• **Your instructions**
The line containing "two rows above" marks the end: quote every line from the start of the records below through it, word for word.

[[ Exercise materials open ]]

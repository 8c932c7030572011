"""Physical and conventional constants used by the engine.

=====================  ========  =========  ==============  ==============================================
name                   symbol    unit       value           source
=====================  ========  =========  ==============  ==============================================
P_ATM_BAR              P0        bar        1.01325         ISO 2533 / ICAO standard atmosphere, sea level
FSW_PER_ATM            -         fsw/atm    33              U.S. Navy Diving Manual convention (33 fsw = 1 atm)
BAR_PER_FSW            -         bar/fsw    1.01325 / 33    derived from the two rows above
BAR_PER_MSW            -         bar/msw    0.1             definition of the metre of sea water
G0                     g         m/s^2      9.80665         standard gravity (CGPM 1901)
RHO_SALT               rho_s     kg/m^3     1025.0          common practice, no source (mean sea water)
RHO_FRESH              rho_f     kg/m^3     1000.0          common practice, no source
FT_PER_M               -         ft/m       1 / 0.3048      international foot (1959 agreement)
BAR_PER_PSI            -         bar/psi    0.0689475729    NIST SP 811 (1 psi = 6894.757 Pa)
PH2O_BAR               PH2O      bar        0.0627          lung water vapour at 37 C, Bühlmann convention
                                                            (RQ 1); from memory, see tables/models
R_GAS                  R         J/(mol K)  8.314462618     CODATA 2018
M_O2, M_N2, M_HE       M         g/mol      31.999, 28.013, IUPAC standard atomic weights, from memory
                                            4.0026
M_AIR                  M_air     g/mol      28.9655         CoolProp ``PropsSI('M','Air')`` (Lemmon 2000)
ISA_T0_K               T0        K          288.15          ISO 2533 / ICAO standard atmosphere
ISA_LAPSE_K_PER_M      L         K/m        0.0065          ISO 2533 / ICAO standard atmosphere
ISA_M_AIR              M         kg/mol     0.0289644       U.S. Standard Atmosphere 1976
FO2_AIR                -         -          0.21            convention of the air tables (21 % O2, 79 % N2)
=====================  ========  =========  ==============  ==============================================
"""

from __future__ import annotations

P_ATM_BAR: float = 1.01325
FSW_PER_ATM: float = 33.0
BAR_PER_FSW: float = P_ATM_BAR / FSW_PER_ATM
BAR_PER_MSW: float = 0.1
G0: float = 9.80665
RHO_SALT: float = 1025.0
RHO_FRESH: float = 1000.0
M_PER_FT: float = 0.3048
FT_PER_M: float = 1.0 / M_PER_FT
BAR_PER_PSI: float = 0.0689475729
PH2O_BAR: float = 0.0627
R_GAS: float = 8.314462618
M_O2: float = 31.999
M_N2: float = 28.013
M_HE: float = 4.0026
M_AIR: float = 28.9655
ISA_T0_K: float = 288.15
ISA_LAPSE_K_PER_M: float = 0.0065
ISA_M_AIR: float = 0.0289644
FO2_AIR: float = 0.21
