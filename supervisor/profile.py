"""A dive or chamber run as time-ordered linear segments.

Each segment goes linearly in depth from ``start_depth`` to ``end_depth`` over
``minutes`` on one gas, in the water or in a chamber.  A profile is built from
a schedule (descent, bottom, stops, travel) or from sampled depths of a log.
Depths are in the profile's unit; :meth:`Profile.arrays` gives the engine its
inputs in bar absolute and minutes.
"""

from __future__ import annotations

from collections.abc import Sequence
from dataclasses import dataclass, field
from typing import Literal

import numpy as np
from numpy.typing import ArrayLike, NDArray

from supervisor import constants as C
from supervisor.errors import InputError
from supervisor.gas import AIR, Gas, parse_gas
from supervisor.units import DepthUnit, Water, bar_per_depth_unit

Place = Literal["water", "chamber", "surface"]


@dataclass(frozen=True)
class Segment:
    """One linear segment of a profile.

    Parameters
    ----------
    start_depth, end_depth : float
        Depth at the start and end of the segment [profile unit], >= 0.
    minutes : float
        Duration [min], >= 0.
    gas : Gas
        Breathing gas.
    place : {"water", "chamber", "surface"}
        Where the diver is; a chamber depth is the chamber's pressure in the
        profile's unit.
    label : str
        Free text such as ``"descent"``, ``"bottom"``, ``"stop"``, ``"travel"``.
    """

    start_depth: float
    end_depth: float
    minutes: float
    gas: Gas = AIR
    place: Place = "water"
    label: str = ""

    def __post_init__(self) -> None:
        if self.minutes < 0 or not np.isfinite(self.minutes):
            raise InputError("segment.minutes", f"got {self.minutes!r}; expected >= 0 min")
        for name in ("start_depth", "end_depth"):
            v = getattr(self, name)
            if v < 0 or not np.isfinite(v):
                raise InputError(f"segment.{name}", f"got {v!r}; expected a depth >= 0")

    @property
    def rate(self) -> float:
        """Rate of depth change [unit/min]; positive going down, 0 for a level segment."""
        if self.minutes == 0:
            return 0.0
        return (self.end_depth - self.start_depth) / self.minutes


@dataclass
class ProfileArrays:
    """Engine inputs of a profile: one entry per segment.

    Attributes
    ----------
    minutes : ndarray
        Segment durations [min].
    p_start, p_end : ndarray
        Absolute ambient pressure at segment start and end [bar].
    fo2, fhe, fn2 : ndarray
        Breathing-gas fractions [-].
    t_end : ndarray
        Elapsed time at the end of each segment [min].
    """

    minutes: NDArray[np.float64]
    p_start: NDArray[np.float64]
    p_end: NDArray[np.float64]
    fo2: NDArray[np.float64]
    fhe: NDArray[np.float64]
    fn2: NDArray[np.float64]
    t_end: NDArray[np.float64]


@dataclass
class Profile:
    """A time-ordered list of segments with the unit and surface conditions.

    Parameters
    ----------
    segments : list of Segment
        Segments in time order.
    unit : {"fsw", "msw", "ft", "m"}
        Unit of all depths.
    p_surface_bar : float
        Absolute surface pressure [bar] (lower at altitude).
    water : {"salt", "fresh"}
        Water, used only for length units.
    """

    segments: list[Segment] = field(default_factory=list)
    unit: DepthUnit = "fsw"
    p_surface_bar: float = C.P_ATM_BAR
    water: Water = "salt"

    def add(
        self,
        end_depth: float,
        minutes: float,
        gas: Gas | str | None = None,
        place: Place | None = None,
        label: str = "",
    ) -> Profile:
        """Append a segment from the current depth to ``end_depth``; return self.

        ``gas`` and ``place`` default to those of the previous segment (air, water).
        """
        start = self.segments[-1].end_depth if self.segments else 0.0
        prev = self.segments[-1] if self.segments else None
        g = parse_gas(gas) if isinstance(gas, str) else gas
        if g is None:
            g = prev.gas if prev else AIR
        pl = place or (prev.place if prev else "water")
        self.segments.append(Segment(start, end_depth, minutes, g, pl, label))
        return self

    @property
    def duration_min(self) -> float:
        """Total duration [min]."""
        return float(sum(s.minutes for s in self.segments))

    @property
    def max_depth(self) -> float:
        """Deepest point [unit]."""
        if not self.segments:
            return 0.0
        return float(max(max(s.start_depth, s.end_depth) for s in self.segments))

    def arrays(self) -> ProfileArrays:
        """Return the engine inputs (bar absolute, minutes, fractions) per segment."""
        k = bar_per_depth_unit(self.unit, self.water)
        n = len(self.segments)
        minutes = np.fromiter((s.minutes for s in self.segments), float, n)
        d0 = np.fromiter((s.start_depth for s in self.segments), float, n)
        d1 = np.fromiter((s.end_depth for s in self.segments), float, n)
        fo2 = np.fromiter((s.gas.fo2 for s in self.segments), float, n)
        fhe = np.fromiter((s.gas.fhe for s in self.segments), float, n)
        fn2 = np.fromiter((s.gas.fn2 for s in self.segments), float, n)
        return ProfileArrays(
            minutes=minutes,
            p_start=self.p_surface_bar + d0 * k,
            p_end=self.p_surface_bar + d1 * k,
            fo2=fo2,
            fhe=fhe,
            fn2=fn2,
            t_end=np.cumsum(minutes),
        )

    @classmethod
    def from_samples(
        cls,
        times_min: ArrayLike,
        depths: ArrayLike,
        gas: Gas | str | Sequence[Gas | str] = AIR,
        unit: DepthUnit = "fsw",
        p_surface_bar: float = C.P_ATM_BAR,
        water: Water = "salt",
        place: Place = "water",
    ) -> Profile:
        """Build a profile from sampled depths (a depth log), linear between samples.

        Parameters
        ----------
        times_min : array_like
            Sample times [min], strictly increasing.
        depths : array_like
            Depth at each sample [unit], >= 0.
        gas : Gas, str or sequence
            One gas for the whole log, or one gas per interval (len(times) - 1).
        unit, p_surface_bar, water, place
            As for :class:`Profile`.

        Returns
        -------
        Profile
        """
        t = np.asarray(times_min, dtype=float)
        d = np.asarray(depths, dtype=float)
        if t.ndim != 1 or d.shape != t.shape or t.size < 2:
            raise InputError("samples", "times and depths must be 1-D of equal length >= 2")
        if np.any(np.diff(t) <= 0):
            raise InputError("samples.time", "sample times must be strictly increasing")
        if np.any(d < 0) or not np.all(np.isfinite(d)):
            raise InputError("samples.depth", "depths must be finite and >= 0")
        n = t.size - 1
        if isinstance(gas, (Gas, str)):
            gases = [parse_gas(gas)] * n
        else:
            gases = [parse_gas(g) for g in gas]
            if len(gases) != n:
                raise InputError("samples.gas", f"expected {n} gases (one per interval)")
        dt = np.diff(t)
        segs = [
            Segment(float(d[i]), float(d[i + 1]), float(dt[i]), gases[i], place)
            for i in range(n)
        ]
        return cls(segs, unit, p_surface_bar, water)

[[ Exercise materials closed ]]

• **Task output**
repository 8c932c7030572011
"""Physical and conventional constants used by the engine.

=====================  ========  =========  ==============  ==============================================
name                   symbol    unit       value           source
=====================  ========  =========  ==============  ==============================================
P_ATM_BAR              P0        bar        1.01325         ISO 2533 / ICAO standard atmosphere, sea level
FSW_PER_ATM            -         fsw/atm    33              U.S. Navy Diving Manual convention (33 fsw = 1 atm)
BAR_PER_FSW            -         bar/fsw    1.01325 / 33    derived from the two rows above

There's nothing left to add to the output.